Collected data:
********************
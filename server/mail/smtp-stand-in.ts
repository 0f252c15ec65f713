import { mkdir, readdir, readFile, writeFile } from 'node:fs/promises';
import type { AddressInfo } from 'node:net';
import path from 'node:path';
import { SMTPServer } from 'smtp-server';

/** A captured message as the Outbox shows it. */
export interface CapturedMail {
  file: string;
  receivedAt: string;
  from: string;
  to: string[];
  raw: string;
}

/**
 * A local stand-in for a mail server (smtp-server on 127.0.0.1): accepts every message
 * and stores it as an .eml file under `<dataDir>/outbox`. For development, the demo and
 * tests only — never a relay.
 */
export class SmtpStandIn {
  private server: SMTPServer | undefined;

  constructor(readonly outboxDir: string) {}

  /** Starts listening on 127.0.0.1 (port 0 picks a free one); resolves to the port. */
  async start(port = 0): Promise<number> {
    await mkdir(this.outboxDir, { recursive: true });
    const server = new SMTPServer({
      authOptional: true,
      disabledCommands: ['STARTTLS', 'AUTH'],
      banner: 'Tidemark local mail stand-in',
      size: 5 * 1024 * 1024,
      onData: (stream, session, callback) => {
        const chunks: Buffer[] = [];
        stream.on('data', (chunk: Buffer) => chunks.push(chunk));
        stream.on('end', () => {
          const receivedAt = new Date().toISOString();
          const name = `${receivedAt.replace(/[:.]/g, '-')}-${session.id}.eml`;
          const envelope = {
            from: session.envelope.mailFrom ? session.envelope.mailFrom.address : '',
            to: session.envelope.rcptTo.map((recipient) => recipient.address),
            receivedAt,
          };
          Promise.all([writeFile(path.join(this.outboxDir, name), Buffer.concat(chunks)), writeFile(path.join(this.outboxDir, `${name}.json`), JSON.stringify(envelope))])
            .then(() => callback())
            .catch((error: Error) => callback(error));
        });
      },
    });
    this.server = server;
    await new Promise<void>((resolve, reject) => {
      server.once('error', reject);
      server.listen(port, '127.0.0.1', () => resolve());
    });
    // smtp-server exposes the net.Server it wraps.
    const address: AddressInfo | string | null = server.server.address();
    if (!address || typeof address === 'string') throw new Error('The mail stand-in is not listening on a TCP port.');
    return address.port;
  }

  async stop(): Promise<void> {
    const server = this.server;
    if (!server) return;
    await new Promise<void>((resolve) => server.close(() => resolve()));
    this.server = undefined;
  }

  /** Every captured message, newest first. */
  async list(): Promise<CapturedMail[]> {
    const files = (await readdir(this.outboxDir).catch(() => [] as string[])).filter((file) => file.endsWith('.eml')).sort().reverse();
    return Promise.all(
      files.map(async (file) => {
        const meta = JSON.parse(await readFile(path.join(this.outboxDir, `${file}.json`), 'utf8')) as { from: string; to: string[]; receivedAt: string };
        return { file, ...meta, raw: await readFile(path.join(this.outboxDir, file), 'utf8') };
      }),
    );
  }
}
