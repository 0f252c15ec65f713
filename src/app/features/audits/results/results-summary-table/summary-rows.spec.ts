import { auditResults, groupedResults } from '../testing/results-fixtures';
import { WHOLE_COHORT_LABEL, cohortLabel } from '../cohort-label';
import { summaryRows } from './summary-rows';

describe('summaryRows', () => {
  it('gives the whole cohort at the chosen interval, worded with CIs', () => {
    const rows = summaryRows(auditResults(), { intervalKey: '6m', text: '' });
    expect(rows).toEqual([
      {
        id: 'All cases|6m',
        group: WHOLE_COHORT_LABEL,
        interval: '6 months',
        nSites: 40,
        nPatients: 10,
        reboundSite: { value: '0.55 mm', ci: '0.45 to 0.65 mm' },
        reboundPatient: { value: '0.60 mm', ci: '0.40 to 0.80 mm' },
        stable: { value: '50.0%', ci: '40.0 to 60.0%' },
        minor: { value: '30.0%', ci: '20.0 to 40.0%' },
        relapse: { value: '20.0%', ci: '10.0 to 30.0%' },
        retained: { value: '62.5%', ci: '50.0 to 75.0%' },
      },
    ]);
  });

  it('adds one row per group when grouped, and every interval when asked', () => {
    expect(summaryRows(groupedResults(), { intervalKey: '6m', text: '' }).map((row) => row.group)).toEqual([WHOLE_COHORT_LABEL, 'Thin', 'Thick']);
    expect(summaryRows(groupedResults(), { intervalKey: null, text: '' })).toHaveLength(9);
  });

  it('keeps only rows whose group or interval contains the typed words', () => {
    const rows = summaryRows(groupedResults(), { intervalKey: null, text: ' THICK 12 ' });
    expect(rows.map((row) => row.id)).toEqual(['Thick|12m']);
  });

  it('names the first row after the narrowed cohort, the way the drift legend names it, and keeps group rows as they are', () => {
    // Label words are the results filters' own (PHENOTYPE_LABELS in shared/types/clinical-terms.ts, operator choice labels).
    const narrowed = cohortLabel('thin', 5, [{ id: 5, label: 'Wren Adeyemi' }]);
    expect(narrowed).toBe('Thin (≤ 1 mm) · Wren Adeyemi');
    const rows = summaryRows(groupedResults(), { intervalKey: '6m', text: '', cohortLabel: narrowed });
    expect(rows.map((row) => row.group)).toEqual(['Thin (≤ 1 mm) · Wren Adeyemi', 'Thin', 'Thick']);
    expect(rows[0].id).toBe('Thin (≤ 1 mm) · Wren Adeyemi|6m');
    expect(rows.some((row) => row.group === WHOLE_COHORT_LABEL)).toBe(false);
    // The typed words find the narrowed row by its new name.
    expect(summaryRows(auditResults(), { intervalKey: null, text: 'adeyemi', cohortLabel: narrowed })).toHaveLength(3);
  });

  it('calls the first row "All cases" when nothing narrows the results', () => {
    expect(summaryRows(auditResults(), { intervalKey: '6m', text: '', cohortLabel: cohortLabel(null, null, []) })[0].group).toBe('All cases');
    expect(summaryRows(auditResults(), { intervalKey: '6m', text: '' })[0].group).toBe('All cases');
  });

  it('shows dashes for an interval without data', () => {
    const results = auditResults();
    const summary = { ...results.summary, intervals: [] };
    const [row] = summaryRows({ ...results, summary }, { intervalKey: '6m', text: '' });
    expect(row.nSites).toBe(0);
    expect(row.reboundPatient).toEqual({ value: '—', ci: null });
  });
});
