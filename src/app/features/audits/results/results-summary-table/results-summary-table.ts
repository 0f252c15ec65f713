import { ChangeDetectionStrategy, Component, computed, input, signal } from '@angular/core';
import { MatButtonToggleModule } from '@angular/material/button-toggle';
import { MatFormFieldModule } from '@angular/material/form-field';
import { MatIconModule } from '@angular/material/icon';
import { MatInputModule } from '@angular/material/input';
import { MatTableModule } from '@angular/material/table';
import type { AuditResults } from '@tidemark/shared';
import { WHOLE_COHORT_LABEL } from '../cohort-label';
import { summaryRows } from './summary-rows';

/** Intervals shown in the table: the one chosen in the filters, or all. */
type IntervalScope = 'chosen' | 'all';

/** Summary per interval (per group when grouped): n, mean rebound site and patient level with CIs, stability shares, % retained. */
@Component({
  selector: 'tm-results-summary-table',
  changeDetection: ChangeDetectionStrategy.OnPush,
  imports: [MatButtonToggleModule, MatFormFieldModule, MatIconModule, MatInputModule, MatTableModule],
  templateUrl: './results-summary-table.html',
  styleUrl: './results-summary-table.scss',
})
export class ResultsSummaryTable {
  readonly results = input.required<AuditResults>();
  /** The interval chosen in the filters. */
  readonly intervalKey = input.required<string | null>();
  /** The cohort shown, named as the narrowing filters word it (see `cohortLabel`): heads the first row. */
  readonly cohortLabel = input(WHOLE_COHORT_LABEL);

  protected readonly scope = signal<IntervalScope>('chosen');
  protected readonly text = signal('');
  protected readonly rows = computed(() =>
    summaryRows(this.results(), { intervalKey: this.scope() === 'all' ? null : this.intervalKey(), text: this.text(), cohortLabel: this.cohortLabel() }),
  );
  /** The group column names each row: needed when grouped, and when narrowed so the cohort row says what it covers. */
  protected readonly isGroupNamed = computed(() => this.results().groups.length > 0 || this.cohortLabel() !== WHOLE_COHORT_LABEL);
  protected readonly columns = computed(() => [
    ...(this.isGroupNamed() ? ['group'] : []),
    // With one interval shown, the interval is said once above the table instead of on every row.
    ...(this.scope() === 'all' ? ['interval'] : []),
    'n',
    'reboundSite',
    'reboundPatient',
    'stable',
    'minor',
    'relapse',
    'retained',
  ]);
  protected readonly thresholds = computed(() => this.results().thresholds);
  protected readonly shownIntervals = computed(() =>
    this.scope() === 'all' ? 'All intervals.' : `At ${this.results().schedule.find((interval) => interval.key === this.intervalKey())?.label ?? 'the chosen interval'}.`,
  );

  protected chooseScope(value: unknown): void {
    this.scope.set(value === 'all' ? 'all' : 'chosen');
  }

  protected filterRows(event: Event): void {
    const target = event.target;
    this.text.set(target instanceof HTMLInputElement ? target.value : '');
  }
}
********************
** The problem **
From the line holding "newest first. */" to the line holding "it('names the first", inclusive, restate each line above exactly as written.

** Task output **
  /** Every captured message, newest first. */
  async list(): Promise<CapturedMail[]> {
    const files = (await readdir(this.outboxDir).catch(() => [] as string[])).filter((file) => file.endsWith('.eml')).sort().reverse();
    return Promise.all(
      files.map(async (file) => {
        const meta = JSON.parse(await readFile(path.join(this.outboxDir, `${file}.json`), 'utf8')) as { from: string; to: string[]; receivedAt: string };
        return { file, ...meta, raw: await readFile(path.join(this.outboxDir, file), 'utf8') };
      }),
    );
  }
}
repository 0f252c15ec65f713
filename src/app/features/audits/results/results-summary-table/summary-rows.spec.ts
import { auditResults, groupedResults } from '../testing/results-fixtures';
import { WHOLE_COHORT_LABEL, cohortLabel } from '../cohort-label';
import { summaryRows } from './summary-rows';

describe('summaryRows', () => {
  it('gives the whole cohort at the chosen interval, worded with CIs', () => {
    const rows = summaryRows(auditResults(), { intervalKey: '6m', text: '' });
    expect(rows).toEqual([
      {
        id: 'All cases|6m',
        group: WHOLE_COHORT_LABEL,
        interval: '6 months',
        nSites: 40,
        nPatients: 10,
        reboundSite: { value: '0.55 mm', ci: '0.45 to 0.65 mm' },
        reboundPatient: { value: '0.60 mm', ci: '0.40 to 0.80 mm' },
        stable: { value: '50.0%', ci: '40.0 to 60.0%' },
        minor: { value: '30.0%', ci: '20.0 to 40.0%' },
        relapse: { value: '20.0%', ci: '10.0 to 30.0%' },
        retained: { value: '62.5%', ci: '50.0 to 75.0%' },
      },
    ]);
  });

  it('adds one row per group when grouped, and every interval when asked', () => {
    expect(summaryRows(groupedResults(), { intervalKey: '6m', text: '' }).map((row) => row.group)).toEqual([WHOLE_COHORT_LABEL, 'Thin', 'Thick']);
    expect(summaryRows(groupedResults(), { intervalKey: null, text: '' })).toHaveLength(9);
  });

  it('keeps only rows whose group or interval contains the typed words', () => {
    const rows = summaryRows(groupedResults(), { intervalKey: null, text: ' THICK 12 ' });
    expect(rows.map((row) => row.id)).toEqual(['Thick|12m']);
  });

  it('names the first row after the narrowed cohort, the way the drift legend names it, and keeps group rows as they are', () => {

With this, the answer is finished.